The debate over the safety of bank dividends runs hot because they're a last refuge for the income-seeking investor. Government bonds have puny yields. Income trusts are blowing up everywhere and some big ones, like Precision Drilling, are cutting their payouts to zero. Even foreign blue chips are giving it up. Dow Chemical's dividend cut this week was the first since the company's founding in 1897. General Electric may be next.
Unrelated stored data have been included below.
"""fieldsill field of averaged logs: the signal's class decides, as it does for a site's bands."""

from __future__ import annotations

import math
from pathlib import Path

import pytest

from tests.cli.calibrations import ask, figures

AT = ("--frequency", "2GHz", "--dbm", "-30", "--temperature-c", "20")
LOG = 'log"\naveraging_s = 1e-3 # "'
BOUND = "log averaged before linearising"
CORRECTED = "averaged logs, corrected as noise-like"


def test_noise_is_read_higher_with_a_wider_interval(
    capsys: pytest.CaptureFixture[str], tmp_path: Path
) -> None:
    """10 log10(e) times Euler's constant, 2.50682 dB; the line of 0.3 dB is our choice."""
    plain = figures(capsys, tmp_path, *AT)
    noise = figures(capsys, tmp_path, *AT, "--signal", "noise", "--bandwidth", "5MHz", averages=LOG)
    assert noise["p_dbm"] - plain["p_dbm"] == pytest.approx(2.50682, abs=1e-5)
    ratio_db = 20 * math.log10(noise["e_v_per_m"] / plain["e_v_per_m"])
    assert ratio_db == pytest.approx(2.50682, abs=1e-5)
    u = math.hypot(plain["standard_uncertainty_db"], 0.3 / math.sqrt(3))
    assert noise["standard_uncertainty_db"] == pytest.approx(u)
    assert noise["e_high_v_per_m"] > noise["e_v_per_m"]
    assert CORRECTED in noise["flags"]
    assert BOUND not in noise["flags"]
    out = ask(capsys, tmp_path, *AT, "--signal", "noise", "--bandwidth", "5e6", averages=LOG).out
    assert f"Note: {CORRECTED}" in out


@pytest.mark.parametrize(
    "more",
    [
        [],
        ["--signal", "bursts", "--bandwidth", "5MHz"],
        ["--signal", "mixed"],
        ["--signal", "noise"],
        ["--signal", "noise", "--bandwidth", "50kHz"],
    ],
)
def test_all_else_is_a_lower_bound(
    capsys: pytest.CaptureFixture[str], tmp_path: Path, more: list[str]
) -> None:
    got = figures(capsys, tmp_path, *AT, *more, averages=LOG)
    assert got["p_dbm"] == pytest.approx(-30.0)
    assert got["e_high_v_per_m"] is None
    assert BOUND in got["flags"]


def test_a_carrier_and_powers_need_nothing(
    capsys: pytest.CaptureFixture[str], tmp_path: Path
) -> None:
    carrier = figures(capsys, tmp_path, *AT, "--signal", "carrier", averages=LOG)
    power = figures(capsys, tmp_path, *AT, "--signal", "bursts", averages="power")
    for got in (carrier, power):
        assert got["p_dbm"] == pytest.approx(-30.0)
        assert got["e_high_v_per_m"] is not None
        assert not {BOUND, CORRECTED} & set(got["flags"])
    plain = figures(capsys, tmp_path, *AT)
    u = math.hypot(plain["standard_uncertainty_db"], 0.2 / math.sqrt(3))
    assert carrier["standard_uncertainty_db"] == pytest.approx(u)
    assert power["standard_uncertainty_db"] == plain["standard_uncertainty_db"]


@pytest.mark.parametrize(
    ("more", "words"),
    [(["--signal", "fm"], "--signal"), (["--bandwidth", "5Volt"], "not a frequency")],
)
def test_mistakes(
    capsys: pytest.CaptureFixture[str], tmp_path: Path, more: list[str], words: str
) -> None:
    said = ask(capsys, tmp_path, *AT, *more)
    assert said.code == 2
    assert words in said.err
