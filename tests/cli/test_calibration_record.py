"""The calibration in force in a record, now and at a time, shown and compared with a file."""

from __future__ import annotations

import hashlib
from pathlib import Path

import pytest

from monitor.core.rows import Event
from monitor.record.types import ClockFix, Commit
from monitor.times import text_of
from tests.cli.command import Answer, run
from tests.record.making import UTC0, S, writer_of

BOARD = Path(__file__).parents[2] / "hardware" / "examples" / "detector-board-calibration.toml"
OLD = BOARD.read_text()
NEW = OLD.replace('["900MHz", 44.2]', '["900MHz", 44.9]').replace("roof-1, autumn", "roof-1, later")


@pytest.fixture
def record(tmp_path: Path) -> Path:
    """Begun on OLD; from the hour on NEW; a second boot, without a clock, on OLD again."""
    path = tmp_path / "record.db"
    writer = writer_of(path)
    fix = ClockFix(0, UTC0, "test", 0)
    for boot_id, text, at_s in (("one", OLD, 0), ("one", NEW, 3600), ("two", OLD, 5)):
        boot = writer.begin_boot(boot_id, "machine")
        digest = writer.put_document("calibration", text.encode())
        event = Event(at_s * S, "start", "daemon", {"calibration": digest})
        fixes = (fix,) if boot_id == "one" else ()
        writer.commit(boot, Commit(events=(event,), clock_fixes=fixes))
    writer.close()
    return path


def ask(capsys: pytest.CaptureFixture[str], *arguments: object) -> Answer:
    return run(capsys, ["calibration", *arguments])


@pytest.mark.parametrize(("at_s", "text"), [(None, OLD), (3599, OLD), (3600, NEW), (10**6, NEW)])
def test_the_calibration_in_force_is_shown(
    capsys: pytest.CaptureFixture[str], record: Path, at_s: int | None, text: str
) -> None:
    at = [] if at_s is None else ["--at", text_of(UTC0 + at_s * S)]
    found = ask(capsys, "show", "--record", record, "--json", *at)
    assert found.code == 0, found.err
    assert found.document["identity"] == hashlib.sha256(text.encode()).hexdigest()
    assert "in record.db" in found.document["file"]


def test_it_is_compared_with_a_file(capsys: pytest.CaptureFixture[str], record: Path) -> None:
    at = ["--at", text_of(UTC0 + 4000 * S)]
    document = ask(capsys, "compare", "--record", record, *at, BOARD, "--json").document
    assert document["a"]["identity"] == hashlib.sha256(NEW.encode()).hexdigest()
    assert not document["same"]
    assert document["largest_response_db"] == pytest.approx(-0.7)
    same = ask(capsys, "compare", "--record", record, BOARD)
    assert "The same to the byte." in same.out


@pytest.mark.parametrize(
    "arguments",
    [
        ["show"], ["show", BOARD, "--record", "R"], ["show", BOARD, "--at", "2031-01-01"],
        ["compare", BOARD], ["compare", BOARD, BOARD, "--record", "R"],
        ["show", "--record", "R", "--at", "2001-01-01"], ["compare"],
    ],
)  # fmt: skip
def test_what_does_not_fit_together_is_refused(
    capsys: pytest.CaptureFixture[str], record: Path, arguments: list[object]
) -> None:
    found = ask(capsys, *(record if word == "R" else word for word in arguments))
    assert found.code == 2
    assert "calibration" in found.one_line or "--at" in found.one_line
Still, the Canadian banks hang on. Bank of Montreal's 9.4 per cent yield says the market has priced in a dividend cut. Yet when the bank thought it needed more capital last year, it passed the hat for $1-billion, rather than trim the payout. Some people think CEO Bill Downe would have been risking his job if he'd cut because the bank has made an aggressive dividend policy a selling point to investors. That's how sacrosanct dividends are.
So why worry? Isn't it true that all the big banks, even BMO, are projected to earn more than they'll pay in dividends this year? Yep. Peter Rozenberg of UBS calculates that if profits drop 30 per cent, the six largest banks will be paying out three-quarters of their earnings, which still leaves them a bit of wriggle room. But even if it's worse, it doesn't necessarily mean lower dividends. Big bank earnings plunged in 1982, 1987 and 1992, but the Big Five didn't touch their payouts.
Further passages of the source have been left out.